Le long des trottoirs qui vous mènent chez votre mère, vous ne pouvez pas vous empêcher de repenser à l’attitude de Colombe. Ses mots, ses regards... Vous essayez de relativiser : une jeune fille qui se débrouille seule, l’approche du mariage... Dernier trottoir. Vous en oubliez presque de vous acheter un « panier repas » (salade / boisson / yaourt) chez l’épicier du coin. C’est toujours le même endroit où, petite fille, vous alliez acheter les légumes du jour... mais l’endroit a évidemment bien changé. Vous êtes arrivée devant l’immeuble. Vous préférez frapper doucement à la porte et, au bout de quelques instants, Nora vient vous ouvrir.

« - Bonjour madame.
- Bonjour Nora. Tout va bien aujourd’hui ?
- Tout va très bien, elle en pleine forme. Entrez vite ! »
Vous entrez dans le salon du petit trois-pièces. Les rideaux sont grand ouverts, le soleil inonde la pièce par les fenêtres qui donnent sur le jardin. Cela sent bon et votre mère est là, assise et toute souriante.

« Bonjour, ma chérie. Ça me fait vraiment plaisir de te voir ! »
Vous déposez vos affaires sur la table et vous allez vite l’embrasser : cela faisait plusieurs semaines qu’elle ne vous avait plus reconnue aussi spontanément. Vous vous sentez comme une petite fille.
« - Alors, comment vas-tu ?
- Eh bien, pas si mal.
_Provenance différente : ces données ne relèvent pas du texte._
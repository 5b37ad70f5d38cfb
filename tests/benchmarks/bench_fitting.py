"""Benchmark: fit 20 lines (with flux errors) in one synthetic spectrum.

zline: `zline.physics.fitting.fit_line` (Gaussian + linear continuum, covariance errors).
Baseline: `specutils.fitting.fit_lines` with Gaussian1D + Linear1D on the same 20 windows,
weights from the same uncertainties, run in the same process.
"""

import time
import warnings

import astropy.units as u
import numpy as np
from astropy.modeling import models
from astropy.nddata import StdDevUncertainty
from specutils import SpectralRegion, Spectrum
from specutils.fitting import fit_lines

from zline.physics.fitting import fit_line

__all__ = ["main"]

N_LINES = 20
REPEATS = 3


def make_case(seed=20261201):
    rng = np.random.default_rng(seed)
    x = np.linspace(4000.0, 9000.0, 20001)  # 0.25 A pixels
    centers = np.linspace(4200.0, 8800.0, N_LINES) + rng.uniform(-5, 5, N_LINES)
    sigmas = rng.uniform(1.0, 3.0, N_LINES)
    fluxes = rng.uniform(20.0, 80.0, N_LINES)
    cont = 5.0 + 1e-4 * (x - 6500.0)
    y = cont.copy()
    for mu, s, f in zip(centers, sigmas, fluxes):
        y += f * np.exp(-0.5 * ((x - mu) / s) ** 2) / (s * np.sqrt(2 * np.pi))
    noise = 0.3
    y += rng.normal(0, noise, x.size)
    spec = Spectrum(flux=y * u.Jy, spectral_axis=x * u.AA,
                    uncertainty=StdDevUncertainty(np.full(x.size, noise)))
    return spec, centers, sigmas, fluxes


def run_zline(spec, guesses, half):
    out = []
    for g in guesses:
        f = fit_line(spec, g * u.AA, window=[g - half, g + half] * u.AA, fwhm=4 * u.AA)
        out.append((f.center.value, f.center_err.value, f.flux.value, f.flux_err.value))
    return np.array(out)


def run_specutils(spec, guesses, half):
    out = []
    for g in guesses:
        sub = spec[(g - half) * u.AA:(g + half) * u.AA]
        peak = float(np.max(sub.flux.value) - np.median(sub.flux.value))
        init = (models.Gaussian1D(amplitude=peak * u.Jy, mean=g * u.AA, stddev=1.7 * u.AA)
                + models.Linear1D(slope=0 * u.Jy / u.AA, intercept=5 * u.Jy))
        with warnings.catch_warnings():
            warnings.simplefilter("ignore")
            fitted = fit_lines(spec, init, window=SpectralRegion((g - half) * u.AA,
                                                                 (g + half) * u.AA),
                               weights="unc")
        gauss = fitted[0]
        flux = gauss.amplitude.value * gauss.stddev.value * np.sqrt(2 * np.pi)
        out.append((gauss.mean.value, flux))
    return np.array(out)


def best_time(fn, *args):
    best, result = np.inf, None
    for _ in range(REPEATS):
        t0 = time.perf_counter()
        result = fn(*args)
        best = min(best, time.perf_counter() - t0)
    return best, result


def main():
    spec, centers, sigmas, fluxes = make_case()
    guesses = np.round(centers + 1.0, 1)  # a click a little off the line
    half = 25.0
    t_z, rz = best_time(run_zline, spec, guesses, half)
    t_s, rs = best_time(run_specutils, spec, guesses, half)
    pull_c = (rz[:, 0] - centers) / rz[:, 1]
    pull_f = (rz[:, 2] - fluxes) / rz[:, 3]
    print(f"{N_LINES} Gaussian lines, 20001-pixel spectrum, window +-{half} A, best of {REPEATS}")
    print(f"{'method':<34}{'total s':>10}{'ms/line':>10}{'max |dmu| A':>13}{'max |dF|/F':>12}")
    print(f"{'zline fit_line (with errors)':<34}{t_z:>10.3f}{1e3 * t_z / N_LINES:>10.2f}"
          f"{np.max(np.abs(rz[:, 0] - centers)):>13.4f}"
          f"{np.max(np.abs(rz[:, 2] - fluxes) / fluxes):>12.4f}")
    print(f"{'baseline specutils fit_lines':<34}{t_s:>10.3f}{1e3 * t_s / N_LINES:>10.2f}"
          f"{np.max(np.abs(rs[:, 0] - centers)):>13.4f}"
          f"{np.max(np.abs(rs[:, 1] - fluxes) / fluxes):>12.4f}")
    print(f"ratio zline/specutils time: {t_z / t_s:.2f} (below 1 = zline faster)")
    print(f"zline pulls over the 20 lines: centre mean {pull_c.mean():+.2f} std {pull_c.std():.2f}; "
          f"flux mean {pull_f.mean():+.2f} std {pull_f.std():.2f}")


if __name__ == "__main__":
    main()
Il fait un temps superbe, Nora m’a aidée à m’installer dans le jardin et on a papoté comme ça un bon moment.
- C’est vrai ?
- Oui, madame. Elle a eu un réveil un peu... difficile mais, du moment qu’elle a été dehors, elle n’a pas arrêté de discuter. Elle se souvenait que vous deviez venir et elle vous attendait avec impatience. J’étais en train de préparer son repas mais, comme je n’étais pas certaine que vous viendriez...
- Ne vous inquiétez pas, je me suis acheté un petit quelque chose. Vous vous occupez très bien d’elle et elle a l’air en pleine forme. »

Effectivement, cela faisait un bon moment que vous n’aviez pas vu votre mère en aussi bonne forme. Pendant tout le repas, elle vous a parlé presque comme si de rien n’était : sans buter sur les mots, sans répéter mécaniquement les choses ni perdre le fil de la conversation. Un vrai régal !

A quelle heure étiez-vous arrivée ? En tout cas, ce petit état de grâce dura jusqu’à près de 14 heures. Une fois le repas terminé, votre mère vous proposa, ainsi qu’à Nora, de... jouer aux cartes ! Rien de bien compliqué mais elle se montra capable de faire quelques parties très honorables avant de montrer ses premiers signes de fatigue. Elle réfléchissait au jeu et semblait vraiment s’amuser jusqu’à ce qu’elle commence à perdre le fil des parties et à s’assoupir. Vous avez aidé Nora à la coucher dans sa chambre, vous avez tiré les rideaux pour diminuer la lumière et vous êtes doucement partie en remerciant mille fois Nora pour la manière dont elle s’occupait de votre mère.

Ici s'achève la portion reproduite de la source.